[Material provided Boundary: Start]
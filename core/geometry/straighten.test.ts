import { describe, expect, it } from 'vitest';
import type { Plane } from '../model';
import { sampleBilinear } from '../image';
import { straightenPlane } from './straighten';

const bilinearAt = (plane: Plane, x: number, y: number): number => sampleBilinear(plane, x, y, Number.NaN);

// Demo data: a 4×3 ramp image, value = 10·row + column (row-major), like an arange test image.
const ramp: Plane = { width: 4, height: 3, data: Float32Array.from([0, 1, 2, 3, 10, 11, 12, 13, 20, 21, 22, 23]) };

// Source: bilinear interpolation of a plane that is linear in x and y reproduces it exactly (from memory).
describe('sampleBilinear (the rule straightenPlane inlines)', () => {
  it('returns pixel values at centres and linear values between', () => {
    expect(bilinearAt(ramp, 2, 1)).toBe(12);
    expect(bilinearAt(ramp, 0.5, 0.5)).toBeCloseTo(5.5, 6);
    expect(bilinearAt(ramp, 3, 2)).toBe(23);
  });
  it('is NaN outside the pixel centres', () => {
    expect(bilinearAt(ramp, -0.1, 0)).toBeNaN();
    expect(bilinearAt(ramp, 0, 2.01)).toBeNaN();
  });
});

describe('straightenPlane', () => {
  it('samples a horizontal axis along row 1 with rows above (left of A→P) first', () => {
    const axis = { anterior: { x: 0, y: 1 }, posterior: { x: 3, y: 1 }, source: 'auto' as const };
    const s = straightenPlane(ramp, axis, 1, 4);
    expect(s.width).toBe(4);
    expect(s.height).toBe(3);
    // Row 0 is left of A→P (image up, row 0 of the ramp), row 2 is right (image row 2).
    expect(Array.from(s.data).map((v) => Math.round(v * 1e4) / 1e4)).toEqual([0, 1, 2, 3, 10, 11, 12, 13, 20, 21, 22, 23]);
  });
  it('reverses columns when the poles are swapped', () => {
    const axis = { anterior: { x: 3, y: 1 }, posterior: { x: 0, y: 1 }, source: 'hand' as const };
    const s = straightenPlane(ramp, axis, 0, 4);
    expect(Array.from(s.data)).toEqual([13, 12, 11, 10]);
  });
  it('rejects bad sizes with exact messages', () => {
    const axis = { anterior: { x: 0, y: 0 }, posterior: { x: 1, y: 0 }, source: 'auto' as const };
    expect(() => straightenPlane(ramp, axis, -1, 4)).toThrow('halfWidthPx must be an integer ≥ 0, got -1');
    expect(() => straightenPlane(ramp, axis, 1, 1)).toThrow('samplesAlong must be an integer ≥ 2, got 1');
  });
});

describe('straightenPlane with a row step', () => {
  it('spaces rows rowStepPx apart', () => {
    const axis = { anterior: { x: 0, y: 1 }, posterior: { x: 3, y: 1 }, source: 'auto' as const };
    const s = straightenPlane(ramp, axis, 1, 2, 0.5);
    // Rows at y = 0.5, 1, 1.5; columns at x = 0, 3.
    expect(Array.from(s.data).map((v) => Math.round(v * 1e4) / 1e4)).toEqual([5, 8, 10, 13, 15, 18]);
  });
});

describe('straightenPlane outside the image', () => {
  it('gives NaN by default and the chosen value when asked', () => {
    const axis = { anterior: { x: -1, y: 0 }, posterior: { x: 2, y: 0 }, source: 'auto' as const };
    expect(Array.from(straightenPlane(ramp, axis, 0, 4).data)).toEqual([NaN, 0, 1, 2]);
    expect(Array.from(straightenPlane(ramp, axis, 0, 4, 1, 0).data)).toEqual([0, 0, 1, 2]);
  });
});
[Material provided Boundary: End]
→ **Assignment**: Using the entries above, determine how many lines include the string "left" and write only that number.

→ **Answer box**: 2